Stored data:
+--

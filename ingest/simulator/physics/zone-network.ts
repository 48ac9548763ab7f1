/**
 * Well-mixed zones joined by air flows: V dC/dt = Σ Q (C_in − C) + generation, integrated for all zones together.
 * Every flow is balanced (what enters leaves), so nothing but outdoor exchange and generation changes the CO2 held.
 */
export type ZoneNetwork = {
  volumesM3: Float64Array
  /** outdoor air into each zone, room air out, m³/h */
  outdoorM3PerHour: Float64Array
  outdoorPpm: number
  /** CO2 breathed out in each zone, L/s */
  sourceLps: Float64Array
  /** two-way exchange between zones a and b, m³/h each direction */
  exchanges: readonly { a: number; b: number }[]
  exchangeM3PerHour: Float64Array
  /** groups that share an air handler with return air; the flows of `supplyM3PerHour` are theirs */
  returnGroups: readonly { zones: readonly number[]; outdoorFraction: number }[]
  supplyM3PerHour: Float64Array
}

/** An empty network: volumes and connections given, every flow and source nil. */
export function makeNetwork(
  volumesM3: readonly number[],
  exchanges: ZoneNetwork['exchanges'],
  returnGroups: ZoneNetwork['returnGroups'] = [],
): ZoneNetwork {
  const zones = volumesM3.length
  return {
    volumesM3: Float64Array.from(volumesM3),
    outdoorM3PerHour: new Float64Array(zones),
    outdoorPpm: 0,
    sourceLps: new Float64Array(zones),
    exchanges,
    exchangeM3PerHour: new Float64Array(exchanges.length),
    returnGroups,
    supplyM3PerHour: new Float64Array(zones),
  }
}

/** Rate of change of every zone's CO2, ppm/s, written into `out`. */
export function co2RatePpmPerS(net: ZoneNetwork, co2Ppm: Float64Array, out: Float64Array): void {
  for (let z = 0; z < co2Ppm.length; z++) {
    // 1 L/s of CO2 into 1 m³ is 1000 ppm a second
    out[z] = 1000 * net.sourceLps[z]! + (net.outdoorM3PerHour[z]! / 3600) * (net.outdoorPpm - co2Ppm[z]!)
  }
  for (let e = 0; e < net.exchanges.length; e++) {
    const { a, b } = net.exchanges[e]!
    const transfer = (net.exchangeM3PerHour[e]! / 3600) * (co2Ppm[b]! - co2Ppm[a]!)
    out[a]! += transfer
    out[b]! -= transfer
  }
  for (const group of net.returnGroups) addSupply(net, group, co2Ppm, out)
  for (let z = 0; z < co2Ppm.length; z++) out[z]! /= net.volumesM3[z]!
}

function addSupply(
  net: ZoneNetwork,
  group: ZoneNetwork['returnGroups'][number],
  co2Ppm: Float64Array,
  out: Float64Array,
): void {
  let flow = 0
  let carried = 0
  for (const z of group.zones) {
    flow += net.supplyM3PerHour[z]!
    carried += net.supplyM3PerHour[z]! * co2Ppm[z]!
  }
  if (flow === 0) return
  const supplyPpm = group.outdoorFraction * net.outdoorPpm + (1 - group.outdoorFraction) * (carried / flow)
  for (const z of group.zones) out[z]! += (net.supplyM3PerHour[z]! / 3600) * (supplyPpm - co2Ppm[z]!)
}

/** Fastest exchange rate of any zone, 1/s: what the step must follow. */
export function fastestRatePerS(net: ZoneNetwork): number {
  const leaving = net.outdoorM3PerHour.map((flow, z) => flow + net.supplyM3PerHour[z]!)
  net.exchanges.forEach(({ a, b }, e) => {
    leaving[a]! += net.exchangeM3PerHour[e]!
    leaving[b]! += net.exchangeM3PerHour[e]!
  })
  let fastest = 0
  leaving.forEach((flow, z) => {
    fastest = Math.max(fastest, flow / 3600 / net.volumesM3[z]!)
  })
  return fastest
}

/** Classical Runge–Kutta of fourth order with its working space. */
export class ZoneIntegrator {
  private readonly k: Float64Array[]
  private readonly trial: Float64Array
  constructor(readonly net: ZoneNetwork) {
    const zones = net.volumesM3.length
    this.k = [0, 1, 2, 3].map(() => new Float64Array(zones))
    this.trial = new Float64Array(zones)
  }

  /** Equal steps for `spanS` so that rate × step stays under 0.1 (error of a step under 1e-7), at least `least`. */
  stepsFor(spanS: number, least = 1): number {
    return Math.max(least, Math.ceil((fastestRatePerS(this.net) * spanS) / 0.1))
  }

  /** Moves `co2Ppm` forward by one step of `stepS` seconds, flows and sources constant. */
  step(co2Ppm: Float64Array, stepS: number): void {
    const [k1, k2, k3, k4] = this.k as [Float64Array, Float64Array, Float64Array, Float64Array]
    co2RatePpmPerS(this.net, co2Ppm, k1)
    this.probe(co2Ppm, k1, stepS / 2, k2)
    this.probe(co2Ppm, k2, stepS / 2, k3)
    this.probe(co2Ppm, k3, stepS, k4)
    for (let z = 0; z < co2Ppm.length; z++) {
      co2Ppm[z]! += (stepS / 6) * (k1[z]! + 2 * k2[z]! + 2 * k3[z]! + k4[z]!)
    }
  }

  private probe(co2Ppm: Float64Array, slope: Float64Array, stepS: number, out: Float64Array): void {
    for (let z = 0; z < co2Ppm.length; z++) this.trial[z] = co2Ppm[z]! + stepS * slope[z]!
    co2RatePpmPerS(this.net, this.trial, out)
  }
}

+--

## EXERCISE DESCRIPTION
Collect every line from the records above that contains the word "fastestRatePerS".

## RESULT FOR THIS TASK
export function fastestRatePerS(net: ZoneNetwork): number {
    return Math.max(least, Math.ceil((fastestRatePerS(this.net) * spanS) / 0.1))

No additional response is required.